First do this for two prime powers, $p_1^{a_1}$ and $p_2^{a_2}$. Consider the map $$\sigma : \mathbb{Z}\longrightarrow(\mathbb{Z}/p_{1}^{a_1}\Bbb{Z}) \times (\mathbb{Z}/p_{2}^{a_2}\Bbb{Z})$$ defined by $$\sigma(z)=(z\,\operatorname{mod}p_1^{a_1},\ z\,\operatorname{mod} p_2^{a_2})$$ with $z\pmod{p_1^{a_1}}$ meaning the class in $\mathbb{Z}/p_{1}^{a_1}\Bbb{Z}$ containing $z$. For brevity define $A=p_{1}^{a_1}\Bbb{Z}$ and $B=p_{2}^{a_2}\Bbb{Z}$. We have $\sigma$ is a ring homomorphism, projecting $\Bbb{Z}$ into the two components $\Bbb{Z}/A$ and $\Bbb{Z}/B$ of the direct product.

The kernel of the homomorphism are the elements $e\in\Bbb{Z}$ that are in both of the ideals $A$, and $B$: $\ker(\sigma)=A\cap B$.

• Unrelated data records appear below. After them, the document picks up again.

import { randomUUID } from 'node:crypto';
import request from 'supertest';
import { describe, expect, it } from 'vitest';
import { apiFixture, APP_URL } from '../support/api';

const api = apiFixture();
const tokenOf = (link: string) => new URL(link).searchParams.get('token')!;

describe('invites through the fake SMTP server', () => {
  it('mails a link built from the public URL; accepting joins with the role; a reused, expired, revoked or someone else’s token is refused', async () => {
    const lead = await api.user('inv-lead');
    const guest = await api.user('inv-guest');
    const desk = (await api.as(lead).post('/api/desks', { name: 'Invite desk' })).body.desk.id;
    const sent = await api
      .as(lead)
      .post(`/api/desks/${desk}/invites`, { email: guest.email, role: 'trader' })
      .set('Host', 'evil.example');
    expect(sent.status).toBe(201);
    const link = await api
      .mail()
      .linkFor(guest.email, /invites you to join "Invite desk" as trader/);
    expect(link.startsWith(`${APP_URL}/invite?token=`)).toBe(true);
    expect((await api.as(lead).get(`/api/desks/${desk}/invites`)).body.invites).toHaveLength(1);

    const intruder = await api.user('inv-intruder');
    const wrong = await api.as(intruder).post('/api/invites/accept', { token: tokenOf(link) });
    expect(wrong.status).toBe(403);
    const ok = await api.as(guest).post('/api/invites/accept', { token: tokenOf(link) });
    expect(ok.status).toBe(200);
    expect(ok.body.desk).toMatchObject({ id: desk, role: 'trader' });
    const members = (await api.as(lead).get(`/api/desks/${desk}/members`)).body.members;
    expect(members.find((m: { id: string }) => m.id === guest.id).role).toBe('trader');
    const reused = await api.as(guest).post('/api/invites/accept', { token: tokenOf(link) });
    expect([reused.status, reused.body.error.code]).toEqual([410, 'invite-used']);
    // the token is stored only as a hash
    const rows = await api.db()('invites').where({ desk_id: desk });
    expect(rows[0].token_hash).not.toContain(tokenOf(link));

    const late = await api.user('inv-late');
    await api.as(lead).post(`/api/desks/${desk}/invites`, { email: late.email, role: 'analyst' });
    const lateLink = await api.mail().linkFor(late.email, /invites you/);
    await api
      .db()('invites')
      .where({ email: late.email })
      .update({ expires_at: new Date(Date.now() - 1000) });
    const expired = await api.as(late).post('/api/invites/accept', { token: tokenOf(lateLink) });
    expect([expired.status, expired.body.error.code]).toEqual([410, 'invite-expired']);

    const revokedUser = await api.user('inv-revoked');
    const inv = await api
      .as(lead)
      .post(`/api/desks/${desk}/invites`, { email: revokedUser.email, role: 'analyst' });
    const revokedLink = await api.mail().linkFor(revokedUser.email, /invites you/);
    expect(
      (await api.as(lead).delete(`/api/desks/${desk}/invites/${inv.body.invite.id}`)).status,
    ).toBe(200);
    expect(
      (await api.as(revokedUser).post('/api/invites/accept', { token: tokenOf(revokedLink) }))
        .status,
    ).toBe(404);
  });

  it('keeps the last lead: no demotion, no leaving; leaving works once another lead exists', async () => {
    const lead = await api.user('last-lead');
    const desk = (await api.as(lead).post('/api/desks', { name: 'Lead desk' })).body.desk.id;
    const demote = await api
      .as(lead)
      .patch(`/api/desks/${desk}/members/${lead.id}`, { role: 'trader' });
    expect([demote.status, demote.body.error.code]).toEqual([409, 'last-lead']);
    const leave = await api.as(lead).delete(`/api/desks/${desk}/members/${lead.id}`);
    expect(leave.status).toBe(409);
    const second = await api.user('second-lead');
    await api.as(lead).post(`/api/desks/${desk}/invites`, { email: second.email, role: 'lead' });
    const token = tokenOf(await api.mail().linkFor(second.email, /invites you/));
    await api.as(second).post('/api/invites/accept', { token });
    expect((await api.as(lead).delete(`/api/desks/${desk}/members/${lead.id}`)).status).toBe(200);
    expect((await api.as(lead).get(`/api/desks/${desk}/members`)).status).toBe(404);
  });
});

describe('password change and reset', () => {
  it('a reset link arrives, works once, signs out other sessions, and the answer never tells whether an address exists', async () => {
    const u = await api.user('reset');
    const unknown = await request(api.app())
      .post('/api/auth/reset-request')
      .send({ email: `nobody-${randomUUID()}@example.test` });
    const known = await request(api.app()).post('/api/auth/reset-request').send({ email: u.email });
    expect(unknown.status).toBe(202);
    expect(known.status).toBe(202);
    expect(known.body).toEqual(unknown.body);
    const link = await api.mail().linkFor(u.email, /reset the password/);
    expect(link.startsWith(`${APP_URL}/reset?token=`)).toBe(true);
    const reset = await request(api.app())
      .post('/api/auth/reset')
      .send({ token: tokenOf(link), newPassword: 'a-brand-new-password' });
    expect(reset.status).toBe(200);
    // the session from before the reset is over
    expect((await api.as(u).get('/api/me')).status).toBe(401);
    const again = await request(api.app())
      .post('/api/auth/reset')
      .send({ token: tokenOf(link), newPassword: 'another-new-password' });
    expect([again.status, again.body.error.code]).toEqual([410, 'reset-used']);
    const signin = await request(api.app())
      .post('/api/auth/signin')
      .send({ email: u.email, password: 'a-brand-new-password' });
    expect(signin.status).toBe(200);
  });

  it('a password change needs the current password, keeps this session and ends the others', async () => {
    const u = await api.user('change');
    const other = (
      await request(api.app())
        .post('/api/auth/signin')
        .send({ email: u.email, password: u.password })
    ).body.token;
    const wrong = await api
      .as(u)
      .post('/api/auth/password', { currentPassword: 'nope', newPassword: 'changed-password-1' });
    expect(wrong.status).toBe(403);
    const ok = await api.as(u).post('/api/auth/password', {
      currentPassword: u.password,
      newPassword: 'changed-password-1',
    });
    expect(ok.status).toBe(200);
    expect((await api.as({ token: ok.body.token }).get('/api/me')).status).toBe(200);
    expect((await api.as({ token: other }).get('/api/me')).status).toBe(401);
  });
});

Since the $\gcd(p_1,p_2)=1$, the ideals $A$ and $B$ are comaximal. Hence there are elements $x\in A$ and $y\in B$ s.t. $x+y=1$. Thus $$\sigma(x)=(x\,\operatorname{mod}p_1^{a_1},\ 1-y\,\operatorname{mod}p_2^{a_2})=(0,1),$$ $$\sigma(y)=(1-x\,\operatorname{mod}p_1^{a_1},\ y\,\operatorname{mod}p_2^{a_2})=(1,0).$$ Now if $(z_1\,\operatorname{mod}p_1^{a_1},\ z_2\,\operatorname{mod}p_2^{a_2})$ is an arbitrary element of $\Bbb{Z}/A\times \Bbb{Z}/B$, then the element $z_2x+z_1y$ maps under $\sigma$ to: \begin{align*} \sigma(z_2x+z_1y)&=\sigma(z_2)\,\sigma(x)+\sigma(z_1)\,\sigma(y)\\ &=(z_2\,\operatorname{mod}p_1^{a_1},\ z_2\,\operatorname{mod}p_2^{a_2})\,(0,1)+(z_1\,\operatorname{mod}p_1^{a_1},\ z_1\,\operatorname{mod}p_2^{a_2})\,(1,0)\\ &=(0,\ z_2\,\operatorname{mod}p_2^{a_2})+(z_1\,\operatorname{mod}p_1^{a_1},0)\\ &=(z_1\,\operatorname{mod}p_1^{a_1},\ z_2\,\operatorname{mod}p_2^{a_2}) \end{align*} Hence $\sigma$ is surjective. We always have the ideal $AB\subseteq A\cap B$. Since $A$ and $B$ are comaximal we can show the reverse inclusion: let $x\in A$ and $y\in B$ s.t. $x+y=1$, then if $c\in A\cap B$, we have $c=cx+cy\in AB$, and $A\cap B\subseteq AB$. This proves the case for the two ideals $A$ and $B$.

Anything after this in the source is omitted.